I found it here, but you can probably get one at a fish market or any well-stocked kitchen store. ​ 
​


----------



## mish (Sep 16, 2006)

Hades said:
			
		

> On a cooking programme I saw a tv chef extensively explaining how to make a cut in the scampi to take out the black gut. The reason given was that the gut gives the scampi a foul taste. So, always following on good advise, I painstakingly cut open my scampi to remove said gut before dipping them in a batter and deep frying them.
> But now I realised that the other method I sometimes use to prepare them is to just remove the legs and the hard tail bit and pan-fry them in the shell.
> So following the logic of said chef my shell fried scampi should taste foul, but they don't. So either I don't notice the foul taste or the basic theory for gutting the scami is flawed. Or am I missing something?


 
Hades, the method you're referring to is called deveining the shrimp.  I don't bother on the small shrimp, as you will have nothing left - i.e. hacked-up shrimp.   I do, however, devein large shrimp and prawns.  I bought a deveining tool, but found it easier, to slit the back (curve), run it under cold water & remove the string by hand.

I always remove the legs, shells, etc., but one of the Chinese restaurants I like, just pan fried them, shells and all.  The recipe (if I could only get it from the chef) was delish, but peeling and eating the dish was very messy.  If you dipped them in batter and deep fried, my guess is you probably wouldn't notice a bad/foul taste - unless the shrimp was bad.

When I prepare a shrimp dish like scampi, I do remove the vein.


----------



## karadekoolaid (Sep 16, 2006)

Hades said:
			
		

> On a cooking programme I saw a tv chef extensively explaining how to make a cut in the scampi to take out the black gut...


 
Sometimes I do, most times I don't. The gut contains sand and grit, but so little it's almost unnoticeable, UNLESS the shrimp is really big. For example, I bought some "8-12" prawns the other day. 8-12 per KILO over here, so the vein is pretty big. If I were going to grill them, I'd leave the whole thing in, because I grill them shell, legs and all. If I were going to, for example, butterfly them - definitely vein OUT. The thing is, peeling shrimp is a painstaking process; if you then have to remove the vein, it makes the process even longer. Up to you, I'd say. 

I personally use a sharp knife to cut into the shell, the flick out the vein with the point.


----------



## FryBoy (Sep 16, 2006)

cliveb said:
			
		

> ...I bought some "8-12" prawns the other day. 8-12 per KILO over here, so the vein is pretty big.

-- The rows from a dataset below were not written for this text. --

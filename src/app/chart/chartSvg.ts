import type { ChartView } from '../../engine/contract.ts';
import { html, type SafeHtml } from '../../record/html.ts';
import { rulerColumn } from './rulerColumn.ts';
import { type ChartSetup, setupLines } from './setupWords.ts';

const WIDTH = 480;
const HEIGHT = 1480;
const MARGIN = 24;
const RULER_TOP = 148;
const RULER_BOTTOM = 84;

/** What the columns of a ruler mean, and how far to trust it: stands on the sheet and on the card. */
export function readingNotes({ resolvableNm }: ChartView, toNm: number): string[] {
  const known = 'once the order is known';
  const reach =
    resolvableNm.toNm >= toNm
      ? [`Solid line: colour tells thickness over all of it, ${known}.`]
      : [
          `Solid line: colour tells thickness, ${known}. Dotted: too pale;`,
          `say "at least ${Math.floor(resolvableNm.toNm / 50) * 50} nm".`,
        ];
  return [...reach, 'Grey curve: colour change a nanometre. ≈ a like colour of another order, at that nm.'];
}

/** Last thickness of a chart, nm. */
export function chartEndNm(view: ChartView): number {
  return (view.count - 1) * view.stepNm;
}

const page = (width: number, height: number, title: string, unit: string, content: SafeHtml) =>
  `${
    html`<svg xmlns="http://www.w3.org/2000/svg" width="${width}${unit}" height="${height}${unit}" viewBox="0 0 ${width} ${height}" role="img" color="#000"><title>${title}</title><rect width="${width}" height="${height}" fill="#fff"/>${content}</svg>`
      .text
  }\n`;

/** The whole ruler as a sheet of its own: black on white, the set-up on it. */
export function chartSvg(view: ChartView, setup: ChartSetup, appVersion: string): string {
  const [film = '', ...conditions] = setupLines(setup);
  const toNm = chartEndNm(view);
  const line = (text: string, y: number) => html`<text x="${MARGIN}" y="${y}">${text}</text>`;
  const notes = [...readingNotes(view, toNm), `Tintfathom ${appVersion}. Indicative only.`];
  return page(
    WIDTH,
    HEIGHT,
    `Colours of a thin film: ${film}, 0 to ${toNm} nm`,
    '',
    html`<g font-family="system-ui, sans-serif" font-size="13" fill="#000"><text x="${MARGIN}" y="46" font-size="26" font-weight="650">${film}</text>${conditions.map((text, i) => line(text, 72 + 18 * i))}<text x="${MARGIN}" y="${RULER_TOP - 20}" font-weight="600">thickness, nm</text><text x="${WIDTH - MARGIN}" y="${RULER_TOP - 20}" text-anchor="end" font-weight="600">order, sensitivity, ≈</text>${notes.map((text, i) => html`<text x="${MARGIN}" y="${HEIGHT - RULER_BOTTOM + 26 + 15 * i}" font-size="11">${text}</text>`)}</g>${rulerColumn(
      view,
      {
        fromNm: 0,
        toNm,
        x: MARGIN,
        y: RULER_TOP,
        width: WIDTH - 2 * MARGIN,
        height: HEIGHT - RULER_TOP - RULER_BOTTOM,
        fontSize: 12,
      },
    )}`,
  );
}

/** A6, millimetres. */
export const CARD_WIDTH_MM = 105;
export const CARD_HEIGHT_MM = 148;

/**
 * The pocket card: A6, the ruler in two columns, the set-up and how far to trust it printed on it. The frame is where to
 * cut.
 */
export function pocketCardSvg(view: ChartView, setup: ChartSetup, appVersion: string): string {
  const [film = '', ...conditions] = setupLines(setup);
  const toNm = chartEndNm(view);
  const middle = toNm / 2;
  const column = (fromNm: number, endNm: number, x: number) =>
    rulerColumn(view, { fromNm, toNm: endNm, x, y: 26, width: 47, height: 106, fontSize: 2.7 });
  const notes = [
    ...readingNotes(view, toNm),
    `Ink shifts colours: go by their sequence. Indicative only. Tintfathom ${appVersion}`,
  ];
  return page(
    CARD_WIDTH_MM,
    CARD_HEIGHT_MM,
    `Pocket card: ${film}`,
    'mm',
    html`<rect x="0.1" y="0.1" width="${CARD_WIDTH_MM - 0.2}" height="${CARD_HEIGHT_MM - 0.2}" fill="none" stroke="#888" stroke-width="0.2"/><g font-family="system-ui, sans-serif" font-size="2.7" fill="#000"><text x="5" y="9.5" font-size="5" font-weight="650">${film}</text>${conditions.map((text, i) => html`<text x="5" y="${14 + 3.6 * i}">${text}</text>`)}<text x="5" y="23" font-weight="600">nm</text>${notes.map((text, i) => html`<text x="5" y="${136.4 + 3.1 * i}" font-size="2.3">${text}</text>`)}</g>${column(0, middle, 4)}${column(middle, toNm, 54)}`,
  );
}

Holy mackerel, Clive! That's over 1/4 pound each! You sure those aren't lobsters?


----------



## Steve A (Sep 16, 2006)

I finally found a use for my tournet knife.  It makes a great shrimp P&Der.

Ciao,


----------



## Hades (Sep 17, 2006)

Thanks a lot everyone for your swift replies.  
I'll put my CC in a safe place take a few euro in the wallet and go visit some kitchen appliances stores.  I like your gadget fryboy, but the shipping prices of the site are a bit hefty for a 5$ tool.


----------



## Hades (Sep 17, 2006)

@ halfbaked:






(taken from http://www.bblackandsons.com/store/product4.html)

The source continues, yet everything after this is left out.